Dobbs put an organizing committee together that included James R. Hoffa, a young trade union militant from Detroit Teamsters Local 299. Hoffa had led a successful work-stoppage involving trucks loaded with highly perishable strawberries. From that moment on, other unionists paid respect to Hoffa as the leader of the "Strawberry Boys." Hoffa, like Dobbs, knew what it meant to be poor. His father was coal miner who died when Hoffa was seven years old. He quit school at the age of fourteen and went to work as a stock boy for $12 per hour. By the time Dobbs had initiated his organizing drive, Hoffa had a reputation for physical courage. In fights with scabs or the cops, he never retreated. In "The Trials of Jimmy Hoffa, he said, "My scalp was laid open sufficiently wide to require stitches no less than six times during the first year I was a business agent of Local 299."

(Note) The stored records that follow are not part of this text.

/**
 * A p-value's relation and digits, without the symbol: "= .016", "< .001",
 * "> .999" (rules in the module comment). Throws a RangeError outside [0, 1].
 */
export function pRelation(p: number): string {
  if (!Number.isFinite(p) || p < 0 || p > 1)
    throw new RangeError(`pRelation: p must lie in [0, 1] (got ${p})`);
  if (p < 0.001) return "< .001";
  const text = p.toFixed(3);
  if (text === "1.000") return "> .999";
  return `= ${text.replace(/^0\./, ".")}`;
}

/** A p-value for a table cell: ".016", "< .001", "> .999". */
export function pCell(p: number): string {
  const relation = pRelation(p);
  return relation.startsWith("= ") ? relation.slice(2) : relation;
}

// ---------------------------------------------------------------- runs

const plain = (text: string): TextRun => ({ text, italic: false });
const italic = (text: string): TextRun => ({ text, italic: true });
const sub = (text: string): TextRun => ({ text, italic: false, script: "sub" });
const sup = (text: string): TextRun => ({ text, italic: false, script: "super" });

/** Joins consecutive runs with the same marks (so each medium writes one mark per stretch). */
function merged(runs: readonly TextRun[]): TextRun[] {
  const out: TextRun[] = [];
  for (const r of runs) {
    if (r.text === "") continue;
    const last = out[out.length - 1];
    if (last && last.italic === r.italic && last.script === r.script) last.text += r.text;
    else out.push({ ...r });
  }
  return out;
}

function extra(region: RegionResult, key: string): unknown {
  if (region[key] !== undefined) return region[key];
  const extras = region.extras as Record<string, unknown> | undefined;
  return extras?.[key];
}

/** `{ value, ciLow, ciHigh }` of an effect size such as cohensD, or null. */
function effectOf(
  region: RegionResult,
  key: string,
): { value: number; ci: [number, number] | null } | null {
  const e = extra(region, key) as
    | { value?: unknown; ciLow?: unknown; ciHigh?: unknown }
    | undefined;
  if (!e || typeof e !== "object" || !finite(e.value)) return null;
  return { value: e.value, ci: finite(e.ciLow) && finite(e.ciHigh) ? [e.ciLow, e.ciHigh] : null };
}

/** ", 95% CI [LL, UL]" with the given number format, or nothing when an end is missing. */
function ciRuns(low: unknown, high: unknown, format: (v: number) => string): TextRun[] {
  if (!finite(low) || !finite(high)) return [];
  return [plain(`, 95% CI [${format(low)}, ${format(high)}]`)];
}

/** The symbol of a region's correlation: r, r_s (Spearman), r_pb (percentage bend), "skipped r"; "partial" when adjusted. */
export function correlationSymbol(ctx: SentenceContext): TextRun[] {
  const partial = ctx.adjusted ? [plain("partial ")] : [];
  if (ctx.estimator === "rank") return [...partial, italic("r"), sub("s")];
  if (ctx.estimator === "bend") return [italic("r"), sub("pb")];
  if (ctx.estimator === "skipped") return [plain("skipped "), italic("r")];
  return [...partial, italic("r")];
}

/** True when the association's statistic is Spearman's S (exact or Edgeworth p), not t (server/stats/fit-methods.ts method words). */
function isSpearmanS(region: RegionResult): boolean {
  return typeof region.method === "string" && region.method.includes("S = Σd²");
}

/**
 * The test statistic of a region with its df: "t(41.3) = 2.87", "F(39, 39) = 6.10",
 * "U = 123.5", "T⁺ = 45", "S = 1,234", "z = 2.10"; null without one (bootstrap).
 */
export function statisticRuns(region: RegionResult, ctx: SentenceContext): TextRun[] | null {
  const s = region.statistic;
  if (!finite(s)) return null;
  if (ctx.kind === "reliability") {
    const df1 = region.df1;
    const df2 = region.df2;
    const df = finite(df1) && finite(df2) ? `(${formatDf(df1)}, ${formatDf(df2)})` : "";
    return merged([italic("F"), plain(`${df} = ${formatStat(s)}`)]);
  }
  if (ctx.estimator === "rank" && !ctx.weighted) {
    if (ctx.kind === "two-group") return [italic("U"), plain(` = ${formatRankSum(s)}`)];
    if (ctx.kind === "one-sample") return [italic("T"), sup("+"), plain(` = ${formatRankSum(s)}`)];
    if (isSpearmanS(region)) return [italic("S"), plain(` = ${formatRankSum(s)}`)];
  }
  const df = finite(region.df) ? `(${formatDf(region.df)})` : "";
  // A weighted fit without the Knapp–Hartung adjustment tests against the normal distribution (no df).
  const symbol = ctx.weighted && !finite(region.df) ? "z" : "t";
  return [italic(symbol), plain(`${df} = ${formatStat(s)}`)];
}

/** "p = .016" (or "permutation p …", "bootstrap p …"), then the adjusted p with its correction. */
function pRuns(region: RegionResult, ctx: SentenceContext): TextRun[] {
  const prefix =
    ctx.inference === "permutation" && region.permutation
      ? "permutation "
      : ctx.inference === "bootstrap" && region.bootstrap
        ? "bootstrap "
        : "";
  const runs: TextRun[] = [plain(prefix), italic("p"), plain(` ${pRelation(region.p)}`)];
  if (ctx.correction !== "none" && finite(region.pAdjusted)) {
    const label =
      correctionLabels[ctx.correction as keyof typeof correctionLabels] ?? ctx.correction;
    runs.push(
      plain(", "),
      italic("p"),
      sub("adj"),
      plain(` ${pRelation(region.pAdjusted)} (${label})`),
    );
  }
  return runs;
}

/** The symbol of a raw estimate: M (a mean), M_diff (a difference of means), b (a model coefficient), or words for rank estimates. */
function estimateSymbol(ctx: SentenceContext): TextRun[] {
  if (ctx.estimator === "rank" && ctx.kind === "one-sample") return [plain("pseudomedian")];
  if (ctx.estimator === "rank" && ctx.kind === "two-group") return [plain("Hodges–Lehmann shift")];
  const model =
    ctx.adjusted || ctx.weighted || ctx.estimator === "huber" || ctx.estimator === "bisquare";
  if (!model && ctx.kind === "one-sample") return [italic("M")];
  if (!model && ctx.kind === "two-group") return [italic("M"), sub("diff")];
  return [italic("b")];
}

/** The estimate with its interval in the estimate's own decimals: "b = 0.42, 95% CI [0.10, 0.74]". */
function estimateRuns(region: RegionResult, ctx: SentenceContext): TextRun[] {
  const decimals = rawDecimals(region.estimate);
  const f = (v: number) => formatRaw(v, decimals);
  return [
    ...estimateSymbol(ctx),
    plain(` = ${f(region.estimate)}`),
    ...ciRuns(region.ciLow, region.ciHigh, f),
  ];
}

/**
 * The results sentence of one region as runs (see the module comment for
 * the rules). Shapes:
 * - association: "r(58) = .31, 95% CI [.06, .52], p = .016" (r_s, r_pb,
 *   skipped r, partial r); M-estimates lead with their robust t and give r
 *   after p;
 * - one-sample and two-group: "t(41.3) = 2.87, p = .006, d = 0.84, 95% CI
 *   [0.21, 1.46]" (d and its interval when the fit has them; otherwise the
 *   estimate with its interval); rank tests "U = 123.5, z = 2.10, p = .036,
 *   Hodges–Lehmann shift = …"; a bootstrap leads with the estimate and its
 *   bootstrap interval;
 * - reliability: "ICC(2,1) = .72, 95% CI [.55, .83], F(39, 39) = 6.10, p < .001".
 */
export function resultsSentence(region: RegionResult, ctx: SentenceContext): TextRun[] {
  const runs: TextRun[] = [];
  const p = pRuns(region, ctx);
  const stat = statisticRuns(region, ctx);
  if (ctx.kind === "reliability") {
    runs.push(plain(`ICC(2,1) = ${formatBounded(region.estimate)}`));
    runs.push(...ciRuns(region.ciLow, region.ciHigh, (v) => formatBounded(v)));
    if (stat) runs.push(plain(", "), ...stat);
    runs.push(plain(", "), ...p);
    return merged(runs);
  }
  if (ctx.kind === "association" && finite(region.r)) {
    const rRuns = [
      plain(` = ${formatBounded(region.r)}`),
      ...ciRuns(region.rCiLow, region.rCiHigh, (v) => formatBounded(v)),
    ];
    if ((ctx.estimator === "huber" || ctx.estimator === "bisquare") && stat) {
      runs.push(...stat, plain(", "), ...p, plain(", "), ...correlationSymbol(ctx), ...rRuns);
      return merged(runs);
    }
    const df = finite(region.df) ? `(${formatDf(region.df)})` : "";
    runs.push(...correlationSymbol(ctx), plain(df), ...rRuns, plain(", "), ...p);
    return merged(runs);
  }
  const d = effectOf(region, "cohensD");
  const dRuns = d
    ? [
        italic("d"),
        plain(` = ${formatStat(d.value)}`),
        ...(d.ci ? ciRuns(d.ci[0], d.ci[1], (v) => formatStat(v)) : []),
      ]
    : [];
  if (!stat) {
    // No test statistic (a bootstrap): the estimate and its interval lead, then p, then d alone.
    runs.push(...estimateRuns(region, ctx), plain(", "), ...p);
    if (d) runs.push(plain(", "), italic("d"), plain(` = ${formatStat(d.value)}`));
    return merged(runs);
  }
  runs.push(...stat);
  const z = region.z;
  if (ctx.estimator === "rank" && region.exact === false && finite(z))
    runs.push(plain(", "), italic("z"), plain(` = ${formatStat(z)}`));
  runs.push(plain(", "), ...p, plain(", "));
  runs.push(...(d ? dRuns : estimateRuns(region, ctx)));
  return merged(runs);
}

The big difference between Hoffa and Dobbs was political. Hoffa's vision of the labor movement was as a means to advance the interests of working people, and his own career. Over the years the latter goal became much more important than the first. Dobbs, on the other hand, thought that the only way working people could end exploitation was through socialist revolution. The union movement was simply a means toward this end.
When Dobbs met with Teamsters president Dan Tobin in 1939, he received an invitation to become a careerist. Dobbs listened politely, but spurned Tobin's offer. He explains why in "Teamsters Power":
"As the discussion [with Tobin] in its entirety revealed, the IBT head did not contemplate indefinite retention on his staff of an organizer who was a revolutionary-socialist. He obviously relied on the corrupting effects that he assumed high wages and soft living would have upon me. With the passage of time, he expected that I would become just another business unionist. For a period he would have tolerated my continued radicalism, because my special knowledge about the union's newly developed activities in the long distance trucking industry; but only as a part of a transitional process. In the end, either I would have allowed my principles to become compromised, or moves would have been undertaken to oust me from the staff. With the country about to enter World War II, there could be no question that these were the alternatives."